- **Required action**: Scan the records for the word "mcFormSlice". Report each line where it occurs.

### Given entries ###

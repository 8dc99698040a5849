// Layout of a density-profile chart: depth along the ray across, relative electron density up;
// the CT profile as a line, the slabs drawn over it as shaded blocks (shade by ρ_e, as on the
// slab strip) with their level as a step line, and the isocentre and extra points marked.
// Pure: numbers in, drawables out.
import { scaleLinear, type ScaleLinear } from 'd3-scale';
import { line } from 'd3-shape';
import { innerHeight, innerWidth, ticksOf, type PlotFrame, type Tick } from './depthAxis';
import { densityShade } from './slabLayout';

export interface ProfileSlab {
  thicknessCm: number;
  rhoE: number;
}

export interface DensityProfileLayout {
  x: ScaleLinear<number, number>;
  y: ScaleLinear<number, number>;
  plot: { left: number; top: number; width: number; height: number };
  xTicks: Tick[];
  yTicks: Tick[];
  profilePath: string;
  slabPath: string;
  blocks: { x: number; width: number; y: number; height: number; fill: string }[];
  markers: { id: string; x: number }[];
}

const r1 = (v: number) => Math.round(v * 10) / 10;

export function densityProfileLayout(input: {
  depthCm: ArrayLike<number>;
  rhoE: ArrayLike<number>;
  slabs: readonly ProfileSlab[];
  markers: readonly { id: string; depthCm: number }[];
  frame: PlotFrame;
}): DensityProfileLayout {
  const { frame } = input;
  const left = frame.margin.left;
  const top = frame.margin.top;
  const width = innerWidth(frame);
  const height = innerHeight(frame);
  const slabTotal = input.slabs.reduce((s, l) => s + l.thicknessCm, 0);
  const lastDepth =
    input.depthCm.length > 0 ? (input.depthCm[input.depthCm.length - 1] as number) : 0;
  const x = scaleLinear()
    .domain([0, Math.max(slabTotal, lastDepth, 1)])
    .range([left, left + width]);
  let hi = 1.2;
  for (let i = 0; i < input.rhoE.length; i++) hi = Math.max(hi, input.rhoE[i] as number);
  for (const s of input.slabs) hi = Math.max(hi, s.rhoE);
  const y = scaleLinear()
    .domain([0, hi * 1.05])
    .range([top + height, top])
    .nice(6);
  const idx = Array.from({ length: input.depthCm.length }, (_, i) => i);
  const profilePath =
    line<number>()
      .x((i) => x(input.depthCm[i] as number))
      .y((i) => y(input.rhoE[i] as number))
      .digits(1)(idx) ?? '';
  const blocks: DensityProfileLayout['blocks'] = [];
  const steps: [number, number][] = [];
  let z = 0;
  for (const s of input.slabs) {
    const x0 = x(z);
    z += s.thicknessCm;
    const x1 = x(z);
    const yTop = y(s.rhoE);
    blocks.push({
      x: r1(x0),
      width: r1(x1 - x0),
      y: r1(yTop),
      height: r1(top + height - yTop),
      fill: densityShade(s.rhoE).fill,
    });
    steps.push([x0, yTop], [x1, yTop]);
  }
  const slabPath =
    line<[number, number]>()
      .x((p) => p[0])
      .y((p) => p[1])
      .digits(1)(steps) ?? '';
  return {
    x,
    y,
    plot: { left, top, width, height },
    xTicks: ticksOf(x, Math.max(3, Math.floor(width / 70))),
    yTicks: ticksOf(y, Math.max(3, Math.floor(height / 40))),
    profilePath,
    slabPath,
    blocks,
    markers: input.markers.map((m) => ({ id: m.id, x: r1(x(m.depthCm)) })),
  };
}
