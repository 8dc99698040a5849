// Method styles: Okabe–Ito colours (distinguishable with the common colour-vision deficiencies)
// paired with a dash pattern, so curves also differ in greyscale print. Known methods keep a
// fixed style (by their place in the method registry); others take the next free one in order of
// appearance.
import { METHOD_IDS } from '../engine/methodRegistry';

export const OKABE_ITO = [
  '#000000', // black (drawn with the text colour in dark theme)
  '#E69F00', // orange
  '#56B4E9', // sky blue
  '#009E73', // bluish green
  '#D55E00', // vermillion
  '#0072B2', // blue
  '#CC79A7', // reddish purple
  '#F0E442', // yellow
] as const;

export const DASHES = ['', '8 4', '2 3', '10 3 2 3', '4 4', '12 4', '1 2', '6 2 2 2 2 2'] as const;

export interface SeriesStyle {
  color: string;
  dash: string;
}

// Yellow is hard to see on white: used last, and only with a dash pattern.
const STYLES: SeriesStyle[] = [
  { color: 'currentColor', dash: '' },
  { color: OKABE_ITO[1], dash: DASHES[1] },
  { color: OKABE_ITO[2], dash: DASHES[2] },
  { color: OKABE_ITO[3], dash: DASHES[3] },
  { color: OKABE_ITO[4], dash: DASHES[4] },
  { color: OKABE_ITO[5], dash: DASHES[5] },
  { color: OKABE_ITO[6], dash: DASHES[6] },
  { color: OKABE_ITO[5], dash: DASHES[7] },
  { color: OKABE_ITO[4], dash: '' },
  { color: OKABE_ITO[7], dash: DASHES[1] },
];

/** Style of each method id, stable for known ids. */
export function seriesStyles(ids: readonly string[]): Map<string, SeriesStyle> {
  const out = new Map<string, SeriesStyle>();
  const used = new Set<number>();
  for (const id of ids) {
    const k = (METHOD_IDS as readonly string[]).indexOf(id);
    if (k >= 0) {
      out.set(id, STYLES[k] as SeriesStyle);
      used.add(k);
    }
  }
  let next = 0;
  for (const id of ids) {
    if (out.has(id)) continue;
    while (used.has(next) && next < STYLES.length) next++;
    out.set(id, STYLES[next % STYLES.length] as SeriesStyle);
    used.add(next);
  }
  return out;
}
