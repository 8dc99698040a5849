// Warnings of a calculation prepared for display: code, severity, depth range, the methods they
// concern, and the explanation, numbers and advice shown on hover or focus.
import type { Warning } from '../engine/equilibrium/warning';

export interface DisplayWarning {
  key: string;
  id: string;
  code: string;
  severity: string;
  /** One sentence: what happens and why it matters. */
  message: string;
  numbers: string;
  advice: string;
  /** Methods whose result the warning puts in doubt or models only approximately. */
  methods: string[];
  approximate: string[];
  unaffected: string[];
  range: { fromCm: number; toCm: number } | null;
  pointIds: string[];
}

const finite = (v: number) => Number.isFinite(v);

export function displayWarnings(ws: readonly Warning[]): DisplayWarning[] {
  return ws.map((w, i) => {
    const r = w.depthRangeCm;
    return {
      key: `${w.id}#${i}`,
      id: w.id,
      code: w.code,
      severity: w.severity,
      message: w.explanation,
      numbers: w.numbers,
      advice: w.advice,
      methods: [...w.methods.concerned, ...w.methods.approximate],
      approximate: [...w.methods.approximate],
      unaffected: [...w.methods.unaffected],
      range:
        r && finite(r.fromCm) && finite(r.toCm)
          ? { fromCm: Math.min(r.fromCm, r.toCm), toCm: Math.max(r.fromCm, r.toCm) }
          : null,
      pointIds: [...w.pointIds],
    };
  });
}

/**
 * Warnings left when the methods in `hidden` are filtered out: a warning stays while at least one
 * method it concerns is shown; one that names no method always stays.
 */
export function visibleWarnings(
  ws: readonly DisplayWarning[],
  hidden: readonly string[],
): DisplayWarning[] {
  return ws.filter((w) => w.methods.length === 0 || w.methods.some((m) => !hidden.includes(m)));
}
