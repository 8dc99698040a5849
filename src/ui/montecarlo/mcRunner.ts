// Starts and cancels the page's Monte Carlo run on the worker pool and keeps the run store
// (src/state/monteCarloStore.ts) up to date: progress and the partial result after every batch,
// the final (or, after Cancel, the merged-so-far) result at the end. One run at a time.
import { sliceOf } from '../../state/slice';
import { useAppStore } from '../../state/store';
import type { McForm } from '../../state/slices/mcFormSlice';
import { startMonteCarlo, type McPoolOptions, type McRunHandle } from '../../compute/mcPool';
import { setMonteCarlo, useMonteCarloStore } from '../../state/monteCarloStore';
import type { LaminaCase } from '../../io/caseSchema';
import type { McSetup } from '../../compute/calculationService';

export type { McForm } from '../../state/slices/mcFormSlice';

/** The Monte Carlo form slice of the page's one store. */
export const useMcForm = sliceOf(useAppStore, 'mcForm');

export function patchMcForm(patch: Partial<McForm>): void {
  useMcForm.setState(patch);
}

let current: { handle: McRunHandle; id: number } | null = null;
let runCounter = 0;

export interface StartRequest {
  caseData: LaminaCase;
  /** Calibration, engine options, key and depth grid, prepared by the compute worker. */
  setup: McSetup;
  histories: number;
  seed: number;
  /** Worker count and factory (tests run the batches in-process); browser workers by default. */
  pool?: Pick<McPoolOptions, 'workers' | 'createWorker'>;
}

export function startRun(req: StartRequest): void {
  cancelRun();
  const id = ++runCounter;
  const { calibration } = req.setup;
  patchMcForm({
    run: {
      histories: req.histories,
      seed: req.seed,
      doseTo: req.setup.doseTo,
      calibration,
      startedAtMs: Date.now(),
    },
  });
  setMonteCarlo({
    status: 'running',
    caseKey: req.setup.key,
    result: null,
    progress: null,
    error: null,
  });
  let handle: McRunHandle;
  try {
    handle = startMonteCarlo(
      req.caseData,
      req.setup.options,
      (p) => {
        if (id !== runCounter) return;
        setMonteCarlo({ progress: p, result: p.partial ?? useMonteCarloStore.getState().result });
      },
      { ...req.pool, depthGridCm: req.setup.depthGridCm },
    );
  } catch (e) {
    setMonteCarlo({ status: 'failed', error: messageOf(e) });
    return;
  }
  current = { handle, id };
  const latest = (): boolean => id === runCounter;
  handle.done.then(
    (result) => {
      if (!latest()) return;
      current = null;
      const cancelled = useMonteCarloStore.getState().status === 'cancelled';
      setMonteCarlo({ status: cancelled ? 'cancelled' : 'done', result });
    },
    (e: unknown) => {
      if (!latest()) return;
      current = null;
      // Cancelled before any estimate existed: stays "cancelled", with no result.
      if (useMonteCarloStore.getState().status === 'cancelled') return;
      setMonteCarlo({ status: 'failed', error: messageOf(e) });
    },
  );
}

/** Stop the running run (workers are ended at once); what was merged so far is kept. */
export function cancelRun(): void {
  if (!current) return;
  const { handle } = current;
  setMonteCarlo({ status: 'cancelled' });
  handle.cancel();
}

export function isRunActive(): boolean {
  return current !== null;
}

function messageOf(e: unknown): string {
  return e instanceof Error ? e.message : String(e);
}
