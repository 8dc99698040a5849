// The "Monte Carlo run" view: settings, Start/Cancel, progress with live 1σ at the points of
// interest, and what the run models. The run belongs to the case it was started for: once the
// case is edited its result is marked stale and left out of the depth-dose and CF views.
import { getComputeWorker } from '../../compute/computeClient';
import { validateCase } from '../../io/caseFile';
import { toCaseFile } from '../../state/editorCase';
import { setMonteCarlo, useMonteCarloStore, type McRunStatus } from '../../state/monteCarloStore';
import { useAppStore } from '../../state/store';
import { doseQuantityLabel } from '../../engine/dose/doseQuantity';
import { McExplanation } from './McExplanation';
import { McProgressView } from './McProgressView';
import { McRunForm } from './McRunForm';
import { groupDigits, isRunCurrent } from './mcRunModel';
import { cancelRun, startRun, useMcForm } from './mcRunner';
import { useCurrentMcCaseKey } from './useShownReport';
import './montecarlo.css';

const STATUS_TEXT: Record<McRunStatus, string> = {
  idle: 'No run yet.',
  running: 'Running…',
  done: 'Finished.',
  cancelled: 'Cancelled.',
  failed: 'Failed.',
};

export function MonteCarloPanel() {
  const present = useAppStore((s) => s.history.present);
  const mc = useMonteCarloStore();
  const run = useMcForm((s) => s.run);
  const currentKey = useCurrentMcCaseKey();
  const running = mc.status === 'running';
  const stale = mc.caseKey !== null && !isRunCurrent(mc.caseKey, currentKey);
  const valid = validateCase(toCaseFile(present));
  const blocked = valid.ok
    ? null
    : `The case cannot be run as it stands: ${valid.problems.map((p) => `${p.path}: ${p.message}`).join('; ')}`;

  const onStart = (histories: number, seed: number) => {
    if (!valid.ok) return;
    const caseData = valid.value;
    const { waterSource, check } = useAppStore.getState();
    // Calibration, engine options and the run's key come from the compute worker (one place for
    // the CLI and the page); the batches then run on the Monte Carlo worker pool.
    void getComputeWorker()
      .prepareMonteCarlo({
        purpose: 'monte-carlo',
        case: caseData,
        water: { kind: waterSource },
        run: { histories, seed, doseTo: check.doseTo },
      })
      .then((setup) => {
        if (setup.ok) startRun({ caseData, setup, histories, seed });
        else
          setMonteCarlo({
            status: 'failed',
            error: setup.problems.map((p) => `${p.path}: ${p.message}`).join('; '),
          });
      })
      .catch((e: unknown) =>
        setMonteCarlo({ status: 'failed', error: e instanceof Error ? e.message : String(e) }),
      );
  };

  return (
    <section className="mc-panel" aria-label="Monte Carlo run">
      <h2>Monte Carlo run</h2>
      <McRunForm running={running} blocked={blocked} onStart={onStart} onCancel={cancelRun} />
      <div className="mc-status" role="status" aria-live="polite" data-testid="mc-status">
        <strong>{STATUS_TEXT[mc.status]}</strong>{' '}
        {mc.status === 'cancelled'
          ? mc.result
            ? `Showing what was merged before Cancel (${groupDigits(mc.result.histories)} histories in the case run).`
            : 'Stopped before every run had two batches: no estimate.'
          : null}
        {mc.status === 'failed' && mc.error ? (
          <span className="field-message">{mc.error}</span>
        ) : null}
        {stale ? (
          <span className="mc-stale" data-testid="mc-stale">
            stale (case, water data or dose convention changed): this run is not drawn in the
            depth-dose and CF views; start a new run for the current case.
          </span>
        ) : null}
      </div>
      {run ? (
        <p className="hint" data-testid="mc-run-settings">
          Run: {groupDigits(run.histories)} histories per run, seed {run.seed},{' '}
          {doseQuantityLabel(run.doseTo)}; dose per MU:{' '}
          {run.calibration.mode === 'cf-times-water'
            ? run.calibration.source
            : `calibration run × ${run.calibration.referenceDosePerMuCGy} cGy/MU × S_c ${run.calibration.collimatorScatterFactor.toFixed(3)} (${run.calibration.source})`}
          .
        </p>
      ) : null}
      {mc.status !== 'idle' ? (
        <div className={stale ? 'mc-stale-values' : undefined}>
          <McProgressView
            progress={mc.progress}
            result={mc.result}
            running={running}
            startedAtMs={run?.startedAtMs ?? null}
          />
        </div>
      ) : null}
      {mc.result && !stale ? (
        <p className="hint">
          The Monte Carlo curve and its ±1σ band are drawn in the Depth dose and Correction factors
          views{running ? ' and keep updating as batches arrive' : ''}.
        </p>
      ) : null}
      <McExplanation />
    </section>
  );
}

###

- **Expected answer**:
import type { McForm } from '../../state/slices/mcFormSlice';
export type { McForm } from '../../state/slices/mcFormSlice';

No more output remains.